Both the item selection procedures of the SRSI and many of the analyses presented in this paper were based on SIMS scores as an independent criterion. The SIMS was developed as a screening test for symptom exaggeration. Its limitations have been discussed in more detail by the authors elsewhere in detail (Merten et al., 2007; van Impelen et al., 2014). False-positive classifications are likely to occur at a higher rate in patient populations with genuine severe psychopathology (e.g., Edens, Otto, & Dwyer, 1999). The same may be true for the SRSI, an issue that has to be carefully addressed in future studies. Arguably, the risk of false-positives depends upon the choice of an optimal cutoff, which was beyond the scope of the current article. With screening instruments, a recommended cutoff may allow for a pre-defined number of false-positives, usually 10 % or less. For instruments with intended higher diagnostic accuracy, the major focus will be minimizing false-positive classifications. The issue of choosing an optimal cutoff for the SRSI pseudosymptom scale will have to be addressed in future work.

Also, an in-depth analysis of the genuine symptom scales has not yet been performed. With future work, comparative data on these scales may become available from genuine patient samples enhancing the utility of the SRSI. The current analyses focused on the pseudosymptom scales, so the symptom scales can be seen, so far, as dummy items to disguise the test intention. For both the preliminary and the final test versions, high correlations between the pseudosymptom and the genuine symptom total scores were observed. These results need further investigation and clarification. It is well known that overreporting of potentially genuine symptoms and endorsement of atypical or bizarre symptoms (pseudosymptoms) constitute two related modes of responding in patients with feigned symptom presentation (e.g., Merten et al., 2007).

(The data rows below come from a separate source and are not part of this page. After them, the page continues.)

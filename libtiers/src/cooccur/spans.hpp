// What counting and the permutation test share: annotations reduced to times and label ids,
// and the sweep that finds, for each annotation of A, the distinct labels of B it co-occurs with.
#pragma once

#include <algorithm>
#include <cstdint>
#include <string>
#include <vector>

#include "detail/exact.hpp"
#include "tiers/cooccur.hpp"

namespace tiers::detail {

struct a_item {
  time_ns start, end;
  std::uint32_t label;
};
struct b_span {
  time_ns from, to;  ///< widened by the window; an instant is one nanosecond wide
  std::uint32_t label;
  std::size_t index = 0;  ///< the annotation's place in its tier
};

/// The labels of B to count (`b_labels`, folded as the options fold), sorted; empty: all.
std::vector<std::string> counted_labels(const cooccur_options& o);

/// Whether `a` stands in relation `r` to the span [from, to).
inline bool related(time_ns start, time_ns end, time_ns from, time_ns to, cooccur_relation r) {
  switch (r) {
    case cooccur_relation::overlap:
      // Intervals share time; an instant falls inside.
      return start == end ? from <= start && start < to : start < to && from < end;
    case cooccur_relation::within:
      return from <= start && end <= to;
    case cooccur_relation::starts_in:
      return from <= start && start < to;
  }
  return false;
}

/// Calls `f(k, span)` for every item k of `as` and every span of `bs` it stands in relation
/// to, in the order of `as`. `bs` is sorted here by start.
template <class F>
void each_related(const std::vector<a_item>& as, std::vector<b_span>& bs, cooccur_relation r,
                  F&& f) {
  std::sort(bs.begin(), bs.end(), [](const b_span& p, const b_span& q) { return p.from < q.from; });
  time_ns longest = 0;
  std::vector<time_ns> starts(bs.size());
  for (std::size_t k = 0; k < bs.size(); ++k) {
    starts[k] = bs[k].from;
    longest = std::max(longest, saturating_difference(bs[k].to, bs[k].from));
  }
  for (std::size_t k = 0; k < as.size(); ++k) {
    const a_item& x = as[k];
    // Every span that could relate starts after x.start − longest and at or before x's end.
    const time_ns lowest = saturating_difference(x.start, longest);
    for (auto it = std::lower_bound(starts.begin(), starts.end(), lowest);
         it != starts.end() && *it <= x.end; ++it) {
      const b_span& s = bs[static_cast<std::size_t>(it - starts.begin())];
      if (related(x.start, x.end, s.from, s.to, r)) f(k, s);
    }
  }
}

/// Calls `f(k, labels)` for every item k of `as`, with the distinct labels of `bs` it stands in
/// relation to (sorted).
template <class F>
void each_cooccurrence(const std::vector<a_item>& as, std::vector<b_span>& bs, cooccur_relation r,
                       F&& f) {
  std::vector<std::uint32_t> found;
  std::size_t current = 0;
  auto flush = [&](std::size_t upto) {
    // Items before `upto` whose spans have all been seen; those without any get none.
    for (; current < upto; ++current) {
      std::sort(found.begin(), found.end());
      found.erase(std::unique(found.begin(), found.end()), found.end());
      f(current, static_cast<const std::vector<std::uint32_t>&>(found));
      found.clear();
    }
  };
  each_related(as, bs, r, [&](std::size_t k, const b_span& s) {
    flush(k);
    found.push_back(s.label);
  });
  flush(as.size());
}

/// B's annotations as spans, widened by the window, with labels from `label_of` (which
/// returns false for a label that is not counted); reversed annotations are left out.
template <class L>
std::vector<b_span> b_spans(const tier& b, time_ns window, L&& label_of) {
  std::vector<b_span> out;
  for (std::size_t k = 0; k < b.annotations.size(); ++k) {
    const annotation& x = b.annotations[k];
    if (x.end < x.start) continue;  // reversed: no time to share
    std::uint32_t id = 0;
    if (!label_of(x.text, id)) continue;
    b_span s{saturating_difference(x.start, window), saturating_add(x.end, window), id, k};
    if (s.to == s.from) s.to = saturating_add(s.to, 1);
    out.push_back(s);
  }
  return out;
}

}  // namespace tiers::detail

Thus, a composite index appears promising on the basis of preliminary analyses, but this issue also needs to be taken up in future studies with large clinical samples.

Bearing these limitations in mind, we think that the SRSI may become a promising tool for detecting distorted symptom reports, alongside the SIMS. An alternative for the SIMS is needed whenever patients or evaluees are familiar with the SIMS or might have been coached so that they can readily identify the SIMS as a SVT. In those circumstances, the SRSI might provide valuable information. The analyses presented in this paper are to be taken as a description of the first steps of a complex process of test construction and validation.